DCache orphans and pool files

From SysadminWiki

The three scripts described in this Wiki are accessible in the repository (https://www.sysadmin.hep.ac.uk/svn/fabric-management/dcache/pnfs).

- scan_pool_files.sh
- list_pools.sh
- create_html_pool_files.py

The first script, scan_pool_files.sh, creates list of file paths in one pool and also builds a list of orphaned (i.e. in pnfs but not on disk) pnfs IDs. Optionally, it removes the orphaned files. It is based on scripts in http://www.gridpp.ac.uk/wiki/DCache_Administration_Scripts by Patrick Fuhrmann and Greig A Cowan (also available in the same repository as these three scripts). It uses the method of remove-orphan-files.sh to find the orphaned files because it is faster, but it may also use pathfinder to find the pool location of the good files (which may be useful in some situations).

The second one, contacts the admin node in dCache to return the list of pools in the system.

The third one, create_html_pool_files.py, uses the first two and based on the information it gets, writes some text and HTML files regardings pool location of files (and orphaned files) in dCache.
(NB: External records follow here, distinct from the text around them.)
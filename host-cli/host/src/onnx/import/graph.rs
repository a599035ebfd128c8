//! Reading the graph's parts: constant tensors, the shape of the value a node reads, and the
//! nodes with their attributes.

use super::*;

/// A constant tensor, its values widened to `f64` (integers exactly, up to 2^53).
#[derive(Clone, Debug)]
pub(super) struct Const {
    pub(super) dims: Vec<i64>,
    pub(super) values: Vec<f64>,
}

pub(super) const FLOAT: i32 = pb::tensor_proto::DataType::Float as i32;
pub(super) const DOUBLE: i32 = pb::tensor_proto::DataType::Double as i32;
pub(super) const INT64: i32 = pb::tensor_proto::DataType::Int64 as i32;
pub(super) const INT32: i32 = pb::tensor_proto::DataType::Int32 as i32;

pub(super) fn le_chunks<const N: usize>(raw: &[u8]) -> impl Iterator<Item = [u8; N]> + '_ {
    raw.chunks_exact(N)
        .map(|c| <[u8; N]>::try_from(c).unwrap_or([0; N]))
}

pub(super) fn read_const(t: &pb::TensorProto) -> Result<Const, String> {
    let name = t.name.as_deref().unwrap_or("");
    if t.data_location == Some(pb::tensor_proto::DataLocation::External as i32)
        || !t.external_data.is_empty()
    {
        return Err(format!(
            "tensor {name:?} is stored in an external file; save the model with its data inside"
        ));
    }
    let dt = t.data_type.unwrap_or(0);
    let count = t.dims.iter().try_fold(1usize, |n, &d| {
        usize::try_from(d).ok().and_then(|d| n.checked_mul(d))
    });
    let Some(count) = count else {
        return Err(format!(
            "tensor {name:?} has a negative or too large dimension"
        ));
    };
    let values: Vec<f64> = match (dt, &t.raw_data) {
        (FLOAT, Some(raw)) => le_chunks::<4>(raw)
            .map(|b| f64::from(f32::from_le_bytes(b)))
            .collect(),
        (DOUBLE, Some(raw)) => le_chunks::<8>(raw).map(f64::from_le_bytes).collect(),
        (INT64, Some(raw)) => le_chunks::<8>(raw)
            .map(|b| i64::from_le_bytes(b) as f64)
            .collect(),
        (INT32, Some(raw)) => le_chunks::<4>(raw)
            .map(|b| f64::from(i32::from_le_bytes(b)))
            .collect(),
        (FLOAT, None) => t.float_data.iter().map(|&v| f64::from(v)).collect(),
        (DOUBLE, None) => t.double_data.clone(),
        (INT64, None) => t.int64_data.iter().map(|&v| v as f64).collect(),
        (INT32, None) => t.int32_data.iter().map(|&v| f64::from(v)).collect(),
        _ => {
            return Err(format!(
                "tensor {name:?} has element type {}; hone reads float, double, int32 and int64",
                type_name(dt)
            ))
        }
    };
    if values.len() != count {
        return Err(format!(
            "tensor {name:?} holds {} values for dimensions {:?}",
            values.len(),
            t.dims
        ));
    }
    Ok(Const {
        dims: t.dims.clone(),
        values,
    })
}

pub(super) fn type_name(dt: i32) -> String {
    pb::tensor_proto::DataType::try_from(dt)
        .map(|d| d.as_str_name().to_ascii_lowercase())
        .unwrap_or_else(|_| format!("#{dt}"))
}

/// The view of the tensor at the end of the chain: hone's shape, and whether ONNX sees it as
/// `[batch, values]` (flat) or `[batch, channels, length]`.
#[derive(Clone, Copy, Debug)]
pub(super) struct View {
    pub(super) shape: Shape,
    pub(super) flat: bool,
}

impl View {
    pub(super) fn describe(self) -> String {
        if self.flat {
            format!("[batch, {}]", self.shape.size())
        } else {
            format!("[batch, {}, {}]", self.shape.channels, self.shape.len)
        }
    }
}

/// The per-channel affine map the leading standardization folds into: `(x − o)·g`.
pub(super) struct Affine {
    pub(super) offset: Vec<f64>,
    pub(super) gain: Vec<f64>,
    pub(super) used: bool,
}

/// One node, with helpers that turn its problems into errors naming it.
pub(super) struct Node<'a> {
    pub(super) n: &'a pb::NodeProto,
    pub(super) index: usize,
    pub(super) path: &'a str,
}

impl Node<'_> {
    pub(super) fn op(&self) -> &str {
        self.n.op_type.as_deref().unwrap_or("")
    }

    pub(super) fn err(&self, reason: impl Into<String>) -> OnnxError {
        OnnxError::Node {
            path: self.path.to_string(),
            index: self.index,
            name: self.n.name.clone().unwrap_or_default(),
            op: self.op().to_string(),
            reason: reason.into(),
        }
    }

    /// Refuses any attribute not in `known`.
    pub(super) fn only_attributes(&self, known: &[&str]) -> Result<(), OnnxError> {
        for a in &self.n.attribute {
            let name = a.name.as_deref().unwrap_or("");
            if !known.contains(&name) {
                return Err(self.err(format!(
                    "attribute `{name}` is not supported{}",
                    if known.is_empty() {
                        String::new()
                    } else {
                        format!(" (hone reads {})", known.join(", "))
                    }
                )));
            }
        }
        Ok(())
    }

    pub(super) fn attr(&self, name: &str) -> Option<&pb::AttributeProto> {
        self.n
            .attribute
            .iter()
            .find(|a| a.name.as_deref() == Some(name))
    }

    pub(super) fn int(&self, name: &str, default: i64) -> i64 {
        self.attr(name).and_then(|a| a.i).unwrap_or(default)
    }

    pub(super) fn float(&self, name: &str) -> Option<f32> {
        self.attr(name).and_then(|a| a.f)
    }

    pub(super) fn ints(&self, name: &str) -> Option<&[i64]> {
        self.attr(name).map(|a| &a.ints[..])
    }

    pub(super) fn string(&self, name: &str) -> Option<String> {
        self.attr(name)
            .and_then(|a| a.s.as_ref())
            .map(|s| String::from_utf8_lossy(s).into_owned())
    }

    /// Input `i` as a constant (`None` when absent or given as an empty name).
    pub(super) fn const_input<'c>(
        &self,
        i: usize,
        consts: &'c HashMap<String, Const>,
    ) -> Result<Option<&'c Const>, OnnxError> {
        match self.n.input.get(i).map(String::as_str) {
            None | Some("") => Ok(None),
            Some(name) => consts.get(name).map(Some).ok_or_else(|| {
                self.err(format!(
                    "input {i} ({name:?}) must be a constant (an initializer or a Constant node)"
                ))
            }),
        }
    }

    pub(super) fn required_const<'c>(
        &self,
        i: usize,
        what: &str,
        consts: &'c HashMap<String, Const>,
    ) -> Result<&'c Const, OnnxError> {
        self.const_input(i, consts)?
            .ok_or_else(|| self.err(format!("the {what} (input {i}) is missing")))
    }

    pub(super) fn max_inputs(&self, n: usize) -> Result<(), OnnxError> {
        if self.n.input.len() > n {
            return Err(self.err(format!(
                "{} inputs, hone reads at most {n}",
                self.n.input.len()
            )));
        }
        Ok(())
    }

    /// A one-axis window attribute (`kernel_shape`, `strides`): one positive value that fits
    /// a `u16`, or `default` when absent.
    pub(super) fn one_axis(&self, name: &str, default: Option<u16>) -> Result<u16, OnnxError> {
        match self.ints(name) {
            None => default.ok_or_else(|| self.err(format!("attribute `{name}` is missing"))),
            Some([v]) if *v >= 1 && *v <= i64::from(u16::MAX) => Ok(*v as u16),
            Some(v) => Err(self.err(format!(
                "`{name}` is {v:?}; hone's layers have one spatial axis with a value of 1 to {}",
                u16::MAX
            ))),
        }
    }

    /// No padding, no dilation, no automatic padding other than none or "VALID".
    pub(super) fn no_padding(&self) -> Result<(), OnnxError> {
        if let Some(p) = self.string("auto_pad") {
            if p != "NOTSET" && p != "VALID" {
                return Err(self.err(format!(
                    "auto_pad {p:?}: hone's windows are unpadded (\"valid\")"
                )));
            }
        }
        if let Some(p) = self.ints("pads") {
            if p.iter().any(|&v| v != 0) {
                return Err(self.err(format!(
                    "pads {p:?}: hone's windows are unpadded; pad the data instead"
                )));
            }
        }
        if let Some(d) = self.ints("dilations") {
            if d.iter().any(|&v| v != 1) {
                return Err(self.err(format!("dilations {d:?}: hone has no dilated windows")));
            }
        }
        Ok(())
    }
}

/// The length of a constant that is one value per `n` (or a single value, broadcast),
/// with dimensions `[n]` or `[1, n]` (or all ones).
pub(super) fn per_unit(c: &Const, n: usize) -> Option<Vec<f64>> {
    let ones_then = c.dims.iter().rev().skip(1).all(|&d| d == 1);
    if c.values.len() == 1 {
        Some(vec![c.values[0]; n])
    } else if c.values.len() == n && ones_then && c.dims.last() == Some(&(n as i64)) {
        Some(c.values.clone())
    } else {
        None
    }
}

/// A constant broadcast against the input `[batch, channels]` or `[batch, channels, length]`
/// as one value per channel (or one value for all).
pub(super) fn per_channel(c: &Const, view: View) -> Option<Vec<f64>> {
    let channels = view.shape.channels as usize;
    let rank = if view.flat { 2 } else { 3 };
    if c.dims.len() > rank {
        return None;
    }
    if c.values.len() == 1 {
        return Some(vec![c.values[0]; channels]);
    }
    let mut d = vec![1i64; rank - c.dims.len()];
    d.extend(&c.dims);
    let channel_axis_only =
        d[0] == 1 && d[1] == channels as i64 && d.get(2).is_none_or(|&l| l == 1);
    channel_axis_only.then(|| c.values.clone())
}

pub(super) fn u16_dim(v: i64) -> Option<u16> {
    u16::try_from(v).ok().filter(|&v| v > 0)
}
The three scripts support --help and --usage options that give further details on their purpose and use.

The scripts contain site-dependent information (relative to dCache), which must be adapted with a site's particular information. Editing of some variables at the beginning of the scripts should be enough to achieve this.

The two first scripts make use of the dCache ssh admin interface, and so enabling of password-less access (as described in "dCache, The book") is necessary for unattended running. They also use the admin server key as identity file for ssh. They also need to run in a machine where PNFS is mounted.